3. the detection method in the automatic caption generating system as claimed in claim 2 between speech region is characterized in that: step (c) if in R _t>=R _m, and also do not find an independent voice starting point before the t frame, promptly found the last transition D of not corresponding any voice starting point _t, this last transition D then _tBe between one section independent speech region, the t frame is designated as the voice starting point, the k frame is designated as the voice terminal point.

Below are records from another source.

"""What does not stop an estimate of demand but belongs beside it."""

from __future__ import annotations

from typing import TYPE_CHECKING

from bedplan.data.ahead.arrivals import FEWEST_STAYS, Arrivals, is_booked
from bedplan.data.ahead.drift import USUAL
from bedplan.data.demand.doubted import beds_doubted
from bedplan.data.wards.silence import silence_notes
from bedplan.data.wards.stays import stay_change
from bedplan.wording import beds_on_average, few, percent

if TYPE_CHECKING:
    import pandas as pd

    from bedplan.data.ahead.drift import Drift
    from bedplan.data.cleaning.records import Records
    from bedplan.data.demand.hidden_demand import HiddenDemand
    from bedplan.data.wards.survival import StayCurve

MUCH_LOST = 0.01  # of a ward's stays, and so of its bed-days
LEAST_BEDS = 0.05  # of doubted stays: less reads as 0.0
MUCH_BOOKED = 0.1  # share of admissions from which booked patients are mentioned
ADMISSIONS_NOTE = (
    "Admissions are not arrivals: the records hold patients who got a bed here. Patients who were turned away, waited "
    "elsewhere or were cancelled are missing, so true demand may be higher."
)


def demand_notes(
    records: Records,
    arrivals: Arrivals,
    curve: StayCurve,
    stays: pd.DataFrame,
    hidden: HiddenDemand | None,
) -> tuple[str, ...]:
    """What belongs beside this ward's estimate? ``stays`` are the ward's, in the window.

    Checked by: tests/data/demand/test_estimating.py
    """
    ward = str(stays["ward"].iloc[0])
    return (
        ADMISSIONS_NOTE,
        *_lost_notes(records, ward),
        *(hidden.notes if hidden else ()),
        *_arrival_notes(records, arrivals),
        *silence_notes(records, ward),
        *_recent_arrivals(arrivals),
        *_stay_notes(records, curve, stays),
        *_change_notes(records, stays, ward),
    )


def _lost_notes(records: Records, ward: str) -> list[str]:
    """Say how many of the ward's stays could not be read, and the beds of those not believed, where that matters."""
    lost = records.unread.get(ward, 0)
    share = lost / (lost + len(records.of_ward(ward)))
    notes, more = [], beds_doubted(records).get(ward, 0.0)
    if share > MUCH_LOST:
        lost = f"About {percent(share)} of this ward's stays could not be read or believed"
        notes.append(f"{lost}, so its demand is at least that much too low.")
    if more >= LEAST_BEDS:
        doubted = "Stays set aside because their end seems forgotten, or a year mistyped, are not in this"
        notes.append(f"{doubted}: if their dates are right, {beds_on_average(more)} more are wanted.")
    return notes


def _arrival_notes(records: Records, arrivals: Arrivals) -> list[str]:
    """Say what is missing from the rhythm, and from the file."""
    notes, days = [], int(arrivals.used.sum())
    if not arrivals.enough:
        notes.append(
            f"Only {arrivals.came.size:,} admissions in {days:,} days: too few to tell months, weekdays or hours apart, "
            f"so none is assumed; {FEWEST_STAYS} in 90 days are needed. Take the wide intervals seriously."
        )
    elif not arrivals.rhythm.has_season:
        notes.append(f"Only {days:,} days of the file count: too few to tell the seasons, so none is assumed.")
    notes.append(_drift_note(arrivals.swing.drift))
    if records.period_note:
        notes.append(records.period_note)
    if records.excluded:
        notes.append(f"{int((~records.counted_days).sum()):,} days were left out, as chosen.")
    return notes


def _drift_note(drift: Drift | None) -> str:
    """Say how far arrivals drift, how sure that is, and which way it errs."""
    if drift is None:
        return (
            f"Too few days to tell how far arrivals drift beyond season and growth: the usual {percent(USUAL)} (SD ÷ mean) "
            "is taken."
        )
    low, high = map(percent, drift.interval)
    return (
        f"Beyond season and growth arrivals drift by about {percent(drift.variation)} (SD ÷ mean; {low} to {high}, 90 %). "
        "A drift that lasts a year or longer looks like growth: in three years it is found up to a third too low, which "
        "errs towards too few beds."
    )


def _recent_arrivals(arrivals: Arrivals) -> list[str]:
    """Say whether more or fewer came lately: the rate of the last 12 months then misses the latest weeks'."""
    change = arrivals.change
    if change is None:
        return []
    word, errs = ("grew", "few") if change.share > 0 else ("fell", "many")
    usual = "usual for the time of year" if arrivals.rhythm.has_season else "usual before"
    season = "" if arrivals.rhythm.has_season else " The file is too short to tell whether that is the season."
    return [
        (
            f"Arrivals {word} by {percent(abs(change.share))} lately: in the last {change.days // 7} weeks {change.came:,} "
            f"came, where about {change.expected:,.0f} were {usual}. The rate of {arrivals.period} is used; its range reaches "
            f"to the latest level. It errs towards too {errs} beds if the change lasts: move demand then.{season}"
        )
    ]


def _stay_notes(records: Records, curve: StayCurve, stays: pd.DataFrame) -> list[str]:
    """Say what the stays rest on."""
    notes, unfinished, booked_share = [], int(stays["end"].isna().sum()), float(is_booked(stays).mean())
    if unfinished:
        notes.append(
            f"{few(unfinished).capitalize()} patients were still in; their stays are treated as unfinished, not dropped."
        )
    if curve.open_share > 0:
        notes.append(
            f"The longest stays had not ended; letting them go on as the last ten departures suggest "
            f"adds {curve.tail_days:.2f} days to the mean stay."
        )
    if booked_share >= MUCH_BOOKED:
        notes.append(
            f"{percent(booked_share)} of admissions were booked. Booked patients come more evenly than chance; a model that "
            "takes them for chance arrivals errs towards more beds."
        )
    if not records.has_times:
        notes.append("Dates without times: stays are counted in nights and no hour of the day is known.")
    return notes


def _change_notes(records: Records, stays: pd.DataFrame, ward: str) -> list[str]:
    """Say whether stays grew longer or shorter lately: the whole file's mean then misses the latest year's."""
    change = stay_change(records, stays, ward)
    if change is None:
        return []
    word = "longer" if change[1] > change[0] else "shorter"
    told = f"{change[0]:.1f} days before the latest year, {change[1]:.1f} in it"
    return [f"Stays grew {word}: {told}. The whole file's mean is used; move the stay where the change will last."]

4. the detection method in the automatic caption generating system as claimed in claim 2 between speech region is characterized in that: in the process of seeking voice starting point and terminal point, if a last transition D who does not belong to phonological component ₁Be positioned at two first transition A that belong to phonological component ₁, A ₂Between, perhaps first transition A who does not belong to phonological component ₃Be positioned at two last transition D that belong to phonological component ₂, D ₃Between, then with last transition D ₁With first transition A ₃All be regarded as belonging between speech region.

5. the detection method between speech region in according to claim 1 or claim 2 the automatic caption generating system is characterized in that: when seeking a pair of voice starting point and terminal point, confirm threshold value R _mStep following:

(iii) confirm threshold value R _m=EZE-feature _Slope* 2.

6. the detection method in the automatic caption generating system as claimed in claim 2 between speech region is characterized in that: after having detected all voice starting point and voice terminal point, travel through this sound end sequence, seek a voice terminal point F successively _e, and next voice starting point F _bIf, F _eAnd F _bAt a distance of surpassing official hour at interval, then confirm F _eAnd F _bBetween be the interval of statement, with F _eAnd F _bBe labeled as the statement end points, repeat this process and confirm all statement end points.The time interval of above-mentioned judgement statement end points defined is 100ms.

7. the detection method in the automatic caption generating system as claimed in claim 1 between speech region is characterized in that: in step (1), the audio sample sequence is divided into the frame of 10ms length.